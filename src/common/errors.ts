/**
 * Bad input or options: the user can fix it. The CLI maps it to exit status 2 and prints the message
 * on one line; the app shows it in plain words. `hint` says what to do about it.
 */
export class InputError extends Error {
  readonly hint: string;
  constructor(message: string, hint = '') {
    super(hint ? `${message}. ${hint}` : message);
    this.name = 'InputError';
    this.hint = hint;
  }
}

export function isInputError(e: unknown): e is InputError {
  return e instanceof InputError || (e instanceof Error && e.name === 'InputError');
}

/** Throws an InputError unless `value` is a finite number inside [min, max]. */
export function checkNumber(name: string, value: number, min: number, max: number, unit = ''): number {
  if (typeof value !== 'number' || !Number.isFinite(value) || value < min || value > max) {
    const u = unit ? ` ${unit}` : '';
    throw new InputError(`${name} must be a number from ${min} to ${max}${u}, got ${String(value)}`,
      `Give ${name} a value in that range`);
  }
  return value;
}
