/**
 * Angles: radians inside the code, degrees at the edges (docs/methods.md §1.2 "Angles and orientations"). Orientations are axial,
 * counter-clockwise on screen from +x, wrapped to (-90, 90] degrees.
 */
export const DEG = Math.PI / 180;

export const degToRad = (deg: number): number => deg * DEG;
export const radToDeg = (rad: number): number => rad / DEG;

/** Wraps an axial angle in degrees to (-90, 90]. */
export function wrapAxialDeg(deg: number): number {
  let a = deg % 180;
  if (a <= -90) a += 180;
  if (a > 90) a -= 180;
  return a;
}

/** Wraps an axial angle in radians to (-pi/2, pi/2]. */
export function wrapAxialRad(rad: number): number {
  let a = rad % Math.PI;
  if (a <= -Math.PI / 2) a += Math.PI;
  if (a > Math.PI / 2) a -= Math.PI;
  return a;
}

/** Smallest difference between two axial angles in degrees, in [0, 90]. */
export function axialDiffDeg(a: number, b: number): number {
  return Math.abs(wrapAxialDeg(a - b));
}
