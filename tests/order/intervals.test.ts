import { describe, it, expect } from 'vitest';
import { fiellerInterval, fQuantile2, stabilisedInterval } from '../../src/order/index.ts';
import { normalQuantile, studentTQuantile as studentQuantile } from '../../src/common/distributions.ts';

describe('distribution quantiles behind the intervals', () => {
  it('studentQuantile matches the published two-sided 95 % t table', () => {
    // NIST/SEMATECH e-Handbook of Statistical Methods, Table 1.3.6.7.2 (upper critical values of t, alpha = 0.025).
    const table: [number, number][] = [[1, 12.706], [2, 4.303], [3, 3.182], [4, 2.776], [5, 2.571], [8, 2.306], [10, 2.228], [20, 2.086], [30, 2.042], [100, 1.984]];
    for (const [df, t] of table) expect(Math.abs(studentQuantile(0.975, df) - t), `df ${df}`).toBeLessThan(2e-3);
  });

  it('normalQuantile gives the standard normal points', () => {
    // Same handbook, Table 1.3.6.7.1: z(0.975) = 1.960, z(0.995) = 2.576, z(0.95) = 1.645.
    expect(normalQuantile(0.975)).toBeCloseTo(1.95996, 4);
    expect(normalQuantile(0.995)).toBeCloseTo(2.57583, 4);
    expect(normalQuantile(0.95)).toBeCloseTo(1.64485, 4);
    expect(normalQuantile(0.025)).toBeCloseTo(-1.95996, 4);
  });

  it('fQuantile2 matches the published F table for 2 numerator degrees of freedom', () => {
    // Same handbook, Table 1.3.6.7.3 (upper 5 % points of F): F(2, 5) = 5.786, F(2, 10) = 4.103, F(2, 30) = 3.316.
    expect(fQuantile2(0.95, 5)).toBeCloseTo(5.786, 2);
    expect(fQuantile2(0.95, 10)).toBeCloseTo(4.103, 2);
    expect(fQuantile2(0.95, 30)).toBeCloseTo(3.316, 2);
  });
});

describe('fiellerInterval', () => {
  it('solves (a - R b)^2 = t^2 (se_a^2 + R^2 se_b^2) at both ends and holds a / b', () => {
    // Closed form of Fieller's theorem: both limits satisfy the quadratic with equality.
    const [a, sa, b, sb, df] = [0.6, 0.05, 0.4, 0.04, 12];
    const [lo, hi] = fiellerInterval(a, sa, b, sb, df)!;
    const t = studentQuantile(0.975, df);
    for (const R of [lo, hi]) expect((a - R * b) ** 2 - t * t * (sa * sa + R * R * sb * sb)).toBeCloseTo(0, 10);
    expect(lo).toBeLessThan(a / b);
    expect(hi).toBeGreaterThan(a / b);
  });

  it('gives no interval when the denominator is not clearly away from 0', () => {
    expect(fiellerInterval(0.6, 0.05, 0.05, 0.04, 12)).toBeNull();
  });
});

describe('stabilisedInterval', () => {
  it('maps S +- t se from the atanh scale: [tanh(atanh S - h), tanh(atanh S + h)], h = t se / (1 - S^2)', () => {
    // Expected values from Python's math.tanh / math.atanh (CPython 3, double precision).
    const [lo, hi] = stabilisedInterval(0.8, 0.05, 2);
    expect(lo).toBeCloseTo(0.6755238271393413, 12);
    expect(hi).toBeCloseTo(0.8801403387944708, 12);
    const [lo2, hi2] = stabilisedInterval(-0.3, 0.1, 2.5);
    expect(lo2).toBeCloseTo(-0.5257438477640315, 12);
    expect(hi2).toBeCloseTo(-0.03478029507618143, 12);
  });

  it('holds the estimate, stays inside (-1, 1) and agrees with S +- t se for a small se', () => {
    for (const S of [-0.99, -0.5, 0, 0.3, 0.9, 0.999]) for (const se of [1e-6, 0.01, 0.2, 3]) {
      const [lo, hi] = stabilisedInterval(S, se, 2.2);
      expect(lo <= S && S <= hi, `S ${S} se ${se}`).toBe(true);
      expect(lo > -1 && hi < 1 || se >= 0.2, `S ${S} se ${se}`).toBe(true);
      expect(lo >= -1 && hi <= 1, `S ${S} se ${se}`).toBe(true);
    }
    // First order (delta method): the half-widths tend to t se as se -> 0.
    const [lo, hi] = stabilisedInterval(0.6, 1e-6, 2);
    expect((0.6 - lo) / 2e-6).toBeCloseTo(1, 4);
    expect((hi - 0.6) / 2e-6).toBeCloseTo(1, 4);
    // Near S = 1 the low side reaches farther than the high side (the spread shrinks toward 1).
    const [l9, h9] = stabilisedInterval(0.9, 0.03, 2);
    expect(0.9 - l9).toBeGreaterThan(h9 - 0.9);
  });
});
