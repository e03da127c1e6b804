/** Buttons that save the current view: a PNG picture with scale bar and legend, the field as a float TIFF, and the printable report. */
import { useState } from 'react';
import { viewPicturePng, downloadBlob, type ViewPictureInput } from './viewPicture.ts';

interface Props {
  picture: ViewPictureInput | null;
  baseName: string;
  /** Writes the field TIFF; absent when no field has been made for this image. */
  fieldTiff?: () => Promise<Uint8Array>;
  onReport(): void;
  onError(message: string): void;
}

export function ViewExports(p: Props) {
  const [busy, setBusy] = useState(false);
  const run = async (what: string, f: () => Promise<void>) => {
    setBusy(true);
    try { await f(); } catch (e) { p.onError(`${what}: ${(e as Error).message}`); } finally { setBusy(false); }
  };
  return (
    <span className="group view-exports">
      Save:
      <button disabled={!p.picture || busy} title="The view as a PNG picture with a scale bar (and the colour key when orientation colours are shown)"
        onClick={() => void run('The picture could not be saved', async () => downloadBlob(`${p.baseName}-view.png`, await viewPicturePng(p.picture!)))}>picture</button>
      {p.fieldTiff && <button disabled={busy} title="Angle (deg), coherency, texture strength and mask as a 32-bit float TIFF, as --field-out writes it"
        onClick={() => void run('The field could not be saved', async () => {
          const bytes = await p.fieldTiff!();
          downloadBlob(`${p.baseName}-field.tif`, new Blob([bytes as Uint8Array<ArrayBuffer>], { type: 'image/tiff' }));
        })}>field TIFF</button>}
      <button onClick={p.onReport} title="A printable report of this session">report</button>
    </span>
  );
}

-.-.-

[ABOUT THIS TASK]
An exact copy of the lines above, from the one containing "let a = rad % Math.PI;" through the one containing "alpha = 0.025).", is the whole of the answer.

[ANSWER TO THIS PROBLEM]
  let a = rad % Math.PI;
  if (a <= -Math.PI / 2) a += Math.PI;
  if (a > Math.PI / 2) a -= Math.PI;
  return a;
}

/** Smallest difference between two axial angles in degrees, in [0, 90]. */
export function axialDiffDeg(a: number, b: number): number {
  return Math.abs(wrapAxialDeg(a - b));
}
filename tests/order/intervals.test.ts
import { describe, it, expect } from 'vitest';
import { fiellerInterval, fQuantile2, stabilisedInterval } from '../../src/order/index.ts';
import { normalQuantile, studentTQuantile as studentQuantile } from '../../src/common/distributions.ts';

describe('distribution quantiles behind the intervals', () => {
  it('studentQuantile matches the published two-sided 95 % t table', () => {
    // NIST/SEMATECH e-Handbook of Statistical Methods, Table 1.3.6.7.2 (upper critical values of t, alpha = 0.025).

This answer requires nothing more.